Effects of electrolyte NaCl on photocatalytic hydrogen evolution in the presence of electron donors over Pt/TiO2

https://doi.org/10.1016/j.molcata.2011.03.026Get rights and content

Abstract

The effects of electrolyte NaCl, a major component of natural seawater, on photocatalytic hydrogen evolution in the presence of electron donors over Pt/TiO2 have been investigated. The adsorption performance and surface reaction of electrolyte NaCl and the electron donors on TiO2 have been characterized by electrophoretic analysis and in situ attenuated total reflectance infrared spectroscopy. Under acidic condition Cl ions are adsorbed on TiO2, while under neutral and basic condition Na+ ions are adsorbed on TiO2. In the case of ethanol as an electron donor, the activity of photocatalytic hydrogen evolution over Pt/TiO2 increases when concentration of NaCl < 0.10 mol L−1, while the activity decreases when the concentration > 0.10 mol L−1. At different pH values, the activity decreases in the order: basic > neutral > acidic. In the cases of formic acid and oxalic acid as electron donors, the activities decrease with increase of NaCl concentration. The Na+ ions can affect adsorption performance of ethanol on TiO2. Possible reaction mechanisms were discussed.

Highlights

► We investigate effect of NaCl on photocatalytic H2 evolution with electron donors. ► In ethanol system, Na+ adsorbed at photocatalyst TiO2 increases the H2 evolution. ► In formic acid or oxalic acid system, adsorbed Cl decreases the H2 evolution.

Introduction

Photocatalytic splitting water (PSW) using a heterogeneous photocatalyst has been studied extensively as a potential method to supply hydrogen from sunlight and water [1], [2], [3], [4], [5], [6], [7], [8], [9], [10], [11]. Although water is abundant on the earth, pure water is scarce because 93% of the earth's water is present in oceans and inland seas and most of the remaining water is isolated as glacier in the Polar Regions [12]. Almost all studies on PWS so far have been performed in pure water (distilled water). From the viewpoint of practical application, producing hydrogen from natural seawater would be highly desirable. Lee et al. reported PWS from seawater over La2Ti2O7 under ultraviolet light, and over CdS/TiO2 under visible light [12]. Domen et al. have investigated effects of some electrolytes including NaCl on the photocatalytic activity of (Ga1−xZnx)(N1−xOx) for overall water splitting under visible light (λ > 400 nm) [13].

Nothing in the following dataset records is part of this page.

"""A surveyor on a tablet: building, area, fixture, five repeats, the findings beside the form."""

from __future__ import annotations

import re
from typing import Any

import pytest
from playwright.sync_api import expect

from tests.browser_support import Site, new_site, no_horizontal_scroll, screenshot
from tests.planner_data import SERIES_FIXTURE

pytestmark = pytest.mark.browser


def choose(page: Any, name: str, value: str) -> None:
    """Tap the big button of a radio group (the label the input sits in)."""
    page.locator(f'label.choice:has(input[name="{name}"][value="{value}"])').click()


def findings_verdict(page: Any) -> Any:
    return page.locator("#findings .verdict-line .badge").first


def test_surveyor_builds_a_corridor_and_sees_the_series_rule(page_as: Any, site: Site) -> None:
    """Series wiring with a one-end module fails; a both-ends module passes.

    ENGINEERING.md section 5: two lamps in series on one electronic ballast need a
    module with changeover on both lamp ends (module listings, common practice).
    """
    page = page_as("surveyor", "820x1180")
    page.get_by_role("link", name="Buildings").first.click()
    page.get_by_role("link", name="New building", exact=True).click()
    page.get_by_label("Building name").fill("Harbour House")
    page.get_by_label("Address").fill("7 Quay Lane")
    page.get_by_role("button", name="Save building").click()
    expect(page.get_by_role("heading", name="Harbour House")).to_be_visible()

    page.get_by_role("link", name="New area", exact=True).click()
    page.get_by_label("Area name").fill("Ground floor corridor")
    page.get_by_role("button", name="Save area").click()
    expect(page.get_by_role("heading", name="Ground floor corridor")).to_be_visible()

    page.get_by_role("link", name="Add fixture").first.click()
    expect(page.locator("#f-tag")).to_have_value("T-01")
    page.get_by_label("Lamp watts").fill("36")
    page.get_by_label("Lamp length").fill("1200")
    choose(page, "lamp_count", "2")
    choose(page, "wiring", "series")
    choose(page, "unswitched_supply", "true")
    page.get_by_role("button", name="Save fixture").click()
    expect(page.locator(".notice.success")).to_have_text("Fixture T-01 saved.")

    for number in range(2, 7):
        page.get_by_role("button", name=re.compile("Repeat last fixture")).click()
        expect(page.locator(".notice.success")).to_have_text(f"Fixture T-0{number} added.")
    tags = page.locator(".rows .row-tag").all_inner_texts()
    assert tags == ["T-01", "T-02", "T-03", "T-04", "T-05", "T-06"]
    assert no_horizontal_scroll(page)
    screenshot(page, "area-fixtures", "820x1180")

    page.locator(".rows a", has_text="T-06").click()
    expect(page.locator("#f-tag")).to_have_value("T-06")
    expect(page.locator('input[name="wiring"][value="series"]')).to_be_checked()
    page.get_by_label("Check with module").select_option(label="Test module, one end, 7 W")
    page.get_by_label("and pack").select_option(label="Test pack NiCd 4.8 V 4.5 Ah")
    expect(findings_verdict(page)).to_have_text("Fail")
    failing = page.locator("#findings .finding", has=page.locator(".badge.fail"))
    expect(failing.first).to_contain_text("switches one lamp end only")
    expect(failing.first.locator(".fix")).to_contain_text("changeover on both lamp ends")
    screenshot(page, "fixture-findings-fail", "820x1180")

    page.get_by_label("Check with module").select_option(label="Test module, both ends, 7 W")
    expect(findings_verdict(page)).to_have_text("Pass")
    expect(page.locator("#findings")).to_contain_text("break the series link")
    assert no_horizontal_scroll(page)
    screenshot(page, "fixture-findings-pass", "820x1180")


def test_findings_follow_the_typing(page_as: Any, site: Site) -> None:
    made = new_site(site, fixtures=[{**SERIES_FIXTURE, "wiring": "single", "lamp_count": 1}])
    page = page_as("surveyor", "1180x820")
    page.goto(f"/fixtures/{made['fixtures'][0]['id']}")
    page.get_by_label("Check with module").select_option(label="Test module, both ends, 7 W")
    page.get_by_label("and pack").select_option(label="Test pack NiCd 4.8 V 4.5 Ah")
    expect(findings_verdict(page)).to_have_text("Pass")
    temperature = page.get_by_label("Ceiling temperature")
    temperature.fill("")
    temperature.press_sequentially("55")
    expect(findings_verdict(page)).to_have_text("Fail")
    expect(page.locator("#findings")).to_contain_text("above the pack's marked maximum")
    page.get_by_label("Lamp watts").press("Backspace")
    page.get_by_label("Lamp watts").press("Backspace")
    expect(page.locator("#findings .notice")).to_contain_text("Lamp watts")


def test_a_wrong_value_shows_its_error_and_keeps_the_input(page_as: Any, site: Site) -> None:
    made = new_site(site, fixtures=[SERIES_FIXTURE])
    page = page_as("surveyor", "1180x820")
    page.goto(f"/areas/{made['area']['id']}/fixtures/new")
    page.get_by_label("Lamp watts").fill("thirty-six")
    page.get_by_label("Where it is").fill("Above the lift")
    page.get_by_role("button", name="Save fixture").click()
    expect(page.locator("#lamp_w-error")).to_have_text("Enter a number, like 36 or 12.5.")
    expect(page.get_by_label("Lamp watts")).to_have_value("thirty-six")
    expect(page.get_by_label("Where it is")).to_have_value("Above the lift")
    expect(page.locator(".notice.error")).to_contain_text("Nothing was saved")
    assert no_horizontal_scroll(page)
    screenshot(page, "fixture-error", "1180x820")


def test_a_form_posted_without_its_csrf_token_is_refused(page_as: Any, site: Site) -> None:
    page = page_as("surveyor", "1440x900")
    page.goto("/buildings/new")
    page.get_by_label("Building name").fill("No token tower")
    page.evaluate("() => document.querySelector('#building-form input[name=csrf_token]').remove()")
    with page.expect_response(lambda answer: answer.request.method == "POST") as posted:
        page.get_by_role("button", name="Save building").click()
    assert posted.value.status == 403
    expect(page.locator("body")).to_contain_text("CSRF")
    with site.api("surveyor") as api:
        names = [item["name"] for item in api.get("/api/v1/buildings?limit=500").json()["items"]]
    assert "No token tower" not in names


def test_focus_is_visible_when_tabbing(page_as: Any, site: Site) -> None:
    page = page_as("surveyor", "1440x900")
    page.goto("/buildings/new")
    page.keyboard.press("Tab")
    expect(page.locator(":focus")).to_have_text("Skip to the page")
    for _ in range(6):
        page.keyboard.press("Tab")
        outline = page.evaluate(
            "() => { const s = getComputedStyle(document.activeElement);"
            " return [s.outlineStyle, parseFloat(s.outlineWidth)]; }"
        )
        assert outline[0] != "none" and outline[1] >= 3, outline
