def test_a_sync_cut_off_twice_and_resumed_after_a_restart_makes_no_duplicates(
    restartable: Callable[[], Any], site: Site
) -> None:
    made = new_site(site, fixtures=[SEEDED])
    area_id = made["area"]["id"]
    context = restartable()
    page = signed_in(context, site, f"/buildings/{made['building']['id']}")
    expect(page.locator("html")).to_have_attribute(
        "data-offline-ready", "yes", timeout=SYNC_TIMEOUT_MS
    )
    context.set_offline(True)
    for number in range(2, 10):
        record_offline(page, area_id, tag=f"T-{number:02d}", lamp_w="36")
    waiting(page, 8)

    creates: list[str] = []

    def cut(route: Route) -> None:
        if route.request.method != "POST":
            route.continue_()
            return
        creates.append(route.request.post_data_json["tag"])
        if len(creates) == 3:
            route.fetch()  # the server stores T-04 ...
            route.abort("connectionreset")  # ... and its answer is lost
        elif len(creates) == 7:
            route.fetch()  # the server stores T-07; the tablet never hears back
        else:
            route.continue_()

    context.route(re.compile(rf"/api/v1/areas/{area_id}/fixtures$"), cut)
    context.set_offline(False)
    waiting(page, 6)
    expect(page.locator("#sync-now")).to_be_enabled(timeout=SYNC_TIMEOUT_MS)
    assert creates == ["T-02", "T-03", "T-04"]
    assert len(stored_fixtures(site, area_id)) == 4

    page.locator("#sync-now").click()
    deadline = time.monotonic() + SYNC_TIMEOUT_MS / 1000
    while len(stored_fixtures(site, area_id)) < 7 and time.monotonic() < deadline:
        page.wait_for_timeout(100)  # lets the route handler run meanwhile
    assert creates == ["T-02", "T-03", "T-04", "T-04", "T-05", "T-06", "T-07"]
    context.close()  # the browser goes down with T-07 in flight

    context = restartable()
    answers: list[int] = []
    context.on(
        "response",
        lambda answer: (
            answers.append(answer.status)
            if answer.request.method == "POST" and "/api/v1/areas/" in answer.url
            else None
        ),
    )
    page = signed_in(context, site, f"/areas/{area_id}")
    waiting(page, 0)
    expect(page.locator("#sync-message")).to_contain_text("2 changes sent; 1 was already on")
    assert answers == [200, 201, 201]  # T-07 again (already there), T-08, T-09
    stored = stored_fixtures(site, area_id)
    assert tags_of(stored) == [f"T-{number:02d}" for number in range(1, 10)]
    assert len({fixture["id"] for fixture in stored}) == 9


def marked_fields(html: str) -> set[str]:
    """The names of the fields a form page marks wrong (inside ``.field.has-error``)."""
    return {
        control.attrs["name"]
        for box in parse(html).find_all(class_="has-error")
        if "field" in box.attrs.get("class", "").split()
        for control in box.iter()
        if control.tag in ("input", "select", "textarea") and control.attrs.get("name")
    }


VALID_FORM = {
    "tag": "K-01",
    "lamp_type": "T8",
    "lamp_w": "36",
    "lamp_count": "2",
    "lamps_to_back_up": "1",
    "ballast": "electronic-instant-start",
    "wiring": "single",
    "ambient_c": "25",
}
# Each case breaks one rule of server/sites/schemas.py (FixtureCreate).
BROKEN_FORMS = {
    "missing watts": {"lamp_w": ""},
    "watts at zero": {"lamp_w": "0"},
    "watts too high": {"lamp_w": "401"},
    "watts not a number": {"lamp_w": "36W"},
    "no tag": {"tag": "  "},
    "tag too long": {"tag": "X" * 51},
    "ceiling too hot": {"ambient_c": "101"},
    "cells not whole": {"pack_cells": "4.5"},
    "date code letters": {"pack_date_code": "18a4", "pack_date_format": "YYWW"},
    "bad date": {"commissioned_on": "2025-02-30"},
    "unknown lamp": {"lamp_type": "T99"},
    "more backed up than held": {"lamps_to_back_up": "3"},
    "series with one lamp": {"wiring": "series", "lamp_count": "1", "lamps_to_back_up": "1"},
    "loaded above open circuit": {"open_circuit_v": "5.2", "loaded_v": "5.3"},
    "current and resistor": {"load_a": "0.3", "load_ohm": "9.1"},
    "date code without format": {"pack_date_code": "1834"},
    "NUL in the notes": {"notes": "pack\x00label"},
}


def test_local_checks_mark_the_fields_the_server_marks(page_as: Any, site: Site) -> None:
    """The tablet's checks and the server's (the same form posted) name the same fields."""
    made = new_site(site, fixtures=[])
    form_url = f"/areas/{made['area']['id']}/fixtures/new"
    page = page_as("surveyor", "820x1180")
    assert page.evaluate("raw => PlannerOffline.check(raw)", VALID_FORM) == {}
    with site.api("surveyor") as api:
        for name, change in BROKEN_FORMS.items():
            form = {**VALID_FORM, **change, "id": str(uuid.uuid4())}
            answer = api.post(form_url, data=form, follow_redirects=False)
            assert answer.status_code == 422, (name, answer.status_code)
            server = marked_fields(answer.text)
            local = page.evaluate("raw => PlannerOffline.check(raw)", form)
            assert server and set(local) == server, (name, local, server)
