"""Request dependencies: the database session, the signed-in user, role checks, CSRF.

Route signatures use the ``Annotated`` aliases (``SessionDep``, ``CurrentUser``,
``EstimatorUser`` ...) so the authorisation each route needs is visible in it.
"""

from __future__ import annotations

from collections.abc import Callable, Iterator
from typing import Annotated

from fastapi import Depends, HTTPException, Request, status
from sqlalchemy.orm import Session

from server.accounts.models import Role, User, role_at_least
from server.accounts.security import SESSION_COOKIE, Signer, csrf_matches
from server.config import Settings

UNSAFE_METHODS = frozenset({"POST", "PUT", "PATCH", "DELETE"})
CSRF_HEADER = "X-CSRF-Token"
CSRF_FIELD = "csrf_token"


def get_settings_dep(request: Request) -> Settings:
    settings: Settings = request.app.state.settings
    return settings


def get_signer(request: Request) -> Signer:
    signer: Signer = request.app.state.signer
    return signer


def get_session(request: Request) -> Iterator[Session]:
    with request.app.state.session_factory() as session:
        yield session


SessionDep = Annotated[Session, Depends(get_session)]
SettingsDep = Annotated[Settings, Depends(get_settings_dep)]
SignerDep = Annotated[Signer, Depends(get_signer)]


class NotSignedIn(HTTPException):
    def __init__(self) -> None:
        super().__init__(
            status_code=status.HTTP_401_UNAUTHORIZED,
            detail="Sign in first.",
            headers={"WWW-Authenticate": "Bearer"},
        )


async def submitted_csrf_token(request: Request) -> str | None:
    """The CSRF token a request carries, in its header or its form body."""
    header = request.headers.get(CSRF_HEADER)
    if header:
        return header
    content_type = request.headers.get("content-type", "")
    if content_type.startswith(("application/x-www-form-urlencoded", "multipart/form-data")):
        form = await request.form()
        value = form.get(CSRF_FIELD)
        return value if isinstance(value, str) else None
    return None


async def current_user(request: Request, session: SessionDep, signer: SignerDep) -> User:
    """The signed-in user, by bearer token (API clients) or session cookie (browser).

    A browser request that changes something must carry the session's CSRF
    token; a bearer token is not sent by browsers on their own, so it needs none.
    """
    authorization = request.headers.get("authorization", "")
    if authorization.lower().startswith("bearer "):
        user_id = signer.read_token(authorization[7:].strip())
        csrf_needed = None
    else:
        data = signer.read_session(request.cookies.get(SESSION_COOKIE))
        user_id = data.user_id if data else None
        csrf_needed = data.csrf if data else None
        if data:
            request.state.csrf_token = data.csrf
    if user_id is None:
        raise NotSignedIn()
    user = session.get(User, user_id)
    if user is None or not user.active:
        raise NotSignedIn()
    if (
        csrf_needed is not None
        and request.method in UNSAFE_METHODS
        and not csrf_matches(csrf_needed, await submitted_csrf_token(request))
    ):
        raise HTTPException(
            status.HTTP_403_FORBIDDEN,
            "This form has expired or did not come from this site (missing CSRF token). "
            "Reload the page and try again.",
        )
    request.state.user = user
    return user


CurrentUser = Annotated[User, Depends(current_user)]

ROLE_VERBS: dict[Role, str] = {
    Role.SURVEYOR: "edit sites, areas and fixtures",
    Role.ESTIMATOR: "edit the catalogue, proposals and quotes",
    Role.SUPERVISOR: "approve quotes, issue work orders and sign off",
    Role.ADMIN: "manage users",
}


def require_role(needed: Role) -> Callable[[User], User]:
    """A dependency that lets through users whose role is ``needed`` or above."""

    def check(user: CurrentUser) -> User:
        if not role_at_least(user.role_enum, needed):
            raise HTTPException(
                status.HTTP_403_FORBIDDEN,
                f"Your role ({user.role}) cannot do this: only a {needed.value} or above may "
                f"{ROLE_VERBS[needed]}.",
            )
        return user

    return check


SurveyorUser = Annotated[User, Depends(require_role(Role.SURVEYOR))]
EstimatorUser = Annotated[User, Depends(require_role(Role.ESTIMATOR))]
SupervisorUser = Annotated[User, Depends(require_role(Role.SUPERVISOR))]
AdminUser = Annotated[User, Depends(require_role(Role.ADMIN))]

In the absence of an electron donor, the efficiency of photocatalytic hydrogen generation is very low because of the recombination of photoinduced electrons and holes on semiconductor surface [14]. In order to achieve higher efficiency for photoinduced hydrogen production, many researches in this field have involved electron donors as sacrificial agents, which can react irreversibly with the photoinduced holes. From the viewpoint of practical application, the electron donors for the hydrogen generation should be cheap and easy to obtain. We found that photocatalytic hydrogen production increases with simultaneous degradation of pollutants (electron donors) [15], [16], [17], [18]. Kondarides et al. have also investigated photocatalytic hydrogen evolution using pollutants as electron donors [19]. Biomass such as glucose, the most versatile renewable resource, has been utilized for photocatalytic hydrogen generation over Pt/TiO2 [20], [21], [22], Pt/CdxZn1−xS [23] and Pt/ZnS–ZnIn2S4 [24]. However, there are few studies on photocatalytic hydrogen production from seawater with pollutants or biomass as electron donors.

The electrophoretic analysis has been widely used to monitor electrolyte adsorption on colloid particles including TiO2 suspension. Attenuated total reflectance (ATR) infrared (IR) spectroscopy is an effective tool to investigate solid/liquid interfacial phenomena, and many literatures have been published recently [16]. In order to understand the surface performances of electrolyte NaCl and organic electron donors on TiO2, electrophoretic analysis and ATR-IR have been used in this work.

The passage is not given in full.